Poster
in
Workshop: 2nd ICML Workshop on New Frontiers in Adversarial Machine Learning
Benchmarking the Reliability of Post-training Quantization: a Particular Focus on Worst-case Performance
Zhihang Yuan · Jiawei Liu · Jiaxiang Wu · Dawei Yang · Qiang Wu · Guangyu Sun · Wenyu Liu · Xinggang Wang · Bingzhe Wu
Keywords: [ Worst-case Performance ] [ Post-training Quantization ] [ Reliability of Neural Network ] [ distribution shift ]

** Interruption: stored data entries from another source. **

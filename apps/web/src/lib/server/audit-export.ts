import "server-only";
import { PassThrough, Readable } from "node:stream";
import ExcelJS from "exceljs";
import {
  ACCESS_METHOD_LABELS,
  APPLIANCE_CATEGORY_LABELS,
  CERTIFICATION_STATE_LABELS,
  CERTIFICATION_TYPE_LABELS,
  REGISTER_LABELS,
  EVACUATION_UNIT_LABELS,
  FINDING_STATE_LABELS,
  JOB_KIND_LABELS,
  RULE_PACKS,
  SEVERITY_LABELS,
  type AccessMethod,
  type ApplianceCategory,
  type AuditSettings,
  type CertificationState,
  type CertificationType,
  type CylinderStatus,
  type EvacuationUnit,
  type FindingState,
  type JobKind,
  type RulePack,
  type Severity,
} from "@coldtrail/core";
import {
  auditFindingCounts,
  auditFindingExportRows,
  certificationExportRows,
  cylinderExportRows,
  disposalExportRows,
  jobExportRows,
  leakRateExportRows,
  type AuditRun,
  type Knex,
  type ScopeFn,
} from "@coldtrail/db";

/**
 * The audit workbook, written with exceljs's streaming writer straight into the HTTP response: each
 * row is committed as soon as it is read (records come from the database in batches), so a large
 * audit never sits in memory and the download starts at once. Sheets: Summary, Findings, and the
 * records behind them — Jobs, Leak rates, Cylinders, Certifications, Disposals. Every sheet starts
 * with the date its figures are as of (the period's figures are the period's: cylinder contents at
 * its end, not today's), then a frozen header row with a filter, widths to read by, units in the
 * headers, real dates, the product's own words for states, and text that can never run as a formula.
 */

export const PACK_LABELS: Record<RulePack, string> = {
  us_federal: "US federal (40 CFR 82 Subpart F, 40 CFR 84)",
  eu: "EU (Regulation 2024/573)",
};

export const SHEET_NAMES = ["Summary", "Findings", "Jobs", "Leak rates", "Cylinders", "Certifications", "Disposals"] as const;

const LB = 453.59237;
const kg = (g: number | null) => (g === null ? null : Math.round(g) / 1000);
const lb = (g: number | null) => (g === null ? null : Math.round((g / LB) * 100) / 100);
const date = (iso: string | null | undefined) => (iso ? new Date(`${iso.slice(0, 10)}T00:00:00.000Z`) : null);
const instant = (iso: string | null | undefined) => (iso ? new Date(iso) : null);

type Column = { header: string; key: string; width: number; style?: Partial<ExcelJS.Style> };
const DATE: Partial<ExcelJS.Style> = { numFmt: "yyyy-mm-dd" };
const DATETIME: Partial<ExcelJS.Style> = { numFmt: "yyyy-mm-dd hh:mm" };
const MASS_KG: Partial<ExcelJS.Style> = { numFmt: "0.000" };
const MASS_LB: Partial<ExcelJS.Style> = { numFmt: "0.00" };
const WRAP: Partial<ExcelJS.Style> = { alignment: { wrapText: true, vertical: "top" } };

const columnLetter = (n: number) => {
  let s = "";
  for (let x = n; x > 0; x = Math.floor((x - 1) / 26)) s = String.fromCharCode(65 + ((x - 1) % 26)) + s;
  return s;
};

/**
 * Text that a spreadsheet program could read as a formula (= + - @, or a leading tab or carriage
 * return, which some programs strip before looking) gets a leading apostrophe as part of the text.
 * The apostrophe is stored in the cell, not used as Excel's hidden text prefix, so it survives a
 * re-save as CSV: reopened, the value still starts with "'" and is never evaluated.
 */
export function spreadsheetSafe(value: string): string {
  return /^[=+\-@\t\r]/.test(value) ? `'${value}` : value;
}

/** A row's values with every string made safe (numbers, dates and empty cells pass unchanged). */
function safe<T extends Record<string, unknown>>(row: T): T {
  const out: Record<string, unknown> = {};
  for (const [k, v] of Object.entries(row)) out[k] = typeof v === "string" ? spreadsheetSafe(v) : v;
  return out as T;
}

/** Rows above the column headers: the "as of" line. The header is row 2, frozen with it and filtered. */
export const HEADER_ROW = 2;

/**
 * A sheet with the date its figures are as of on the first row, the column headers on the second
 * (frozen, with a filter), and the data below.
 */
function table(wb: ExcelJS.stream.xlsx.WorkbookWriter, name: string, columns: Column[], asOf: string): ExcelJS.Worksheet {
  const ws = wb.addWorksheet(name, { views: [{ state: "frozen", ySplit: HEADER_ROW }] });
  ws.columns = columns.map((c) => ({ key: c.key, width: c.width, ...(c.style ? { style: c.style } : {}) }));
  const note = ws.addRow([spreadsheetSafe(asOf)]);
  note.getCell(1).style = { font: { italic: true }, alignment: { wrapText: false } };
  note.commit();
  const header = ws.addRow(columns.map((c) => c.header));
  header.font = { bold: true };
  header.alignment = { vertical: "middle", wrapText: true };
  header.commit();
  ws.autoFilter = { from: `A${HEADER_ROW}`, to: `${columnLetter(columns.length)}${HEADER_ROW}` };
  return ws;
}

export interface AuditExportOptions {
  audit: AuditRun;
  organisationName: string;
  branchNames: Map<number, string>;
  exportedBy: string;
  settings: AuditSettings;
  /** Branches whose records the person may read, per sheet (a subset of the audit's scope). */
  branchIds: { jobs: number[]; leak: number[]; cylinders: number[]; certifications: number[]; disposals: number[] };
  scopes: { findings: ScopeFn; jobs: ScopeFn; cylinders: ScopeFn; disposals: ScopeFn };
  jobVisible: (job: { branchId: number; performedOn: string; technicianId: number | null }) => boolean;
}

The reliability of post-training quantization (PTQ) methods in the face of extreme cases such as distribution shift and data noise remains largely unexplored, despite the popularity of PTQ as a method for compressing deep neural networks (DNNs) without altering their original architecture or training procedures. This paper conducts an investigation on commonly-used PTQ methods, addressing research questions pertaining to the impact of calibration set distribution variations, calibration paradigm selection, and data augmentation or sampling strategies on the reliability of PTQ. Through a systematic evaluation process encompassing various tasks and commonly-used PTQ paradigms, it is evident that the majority of existing PTQ methods lack the necessary reliability for worst-case group performance, underscoring the imperative for more robust approaches.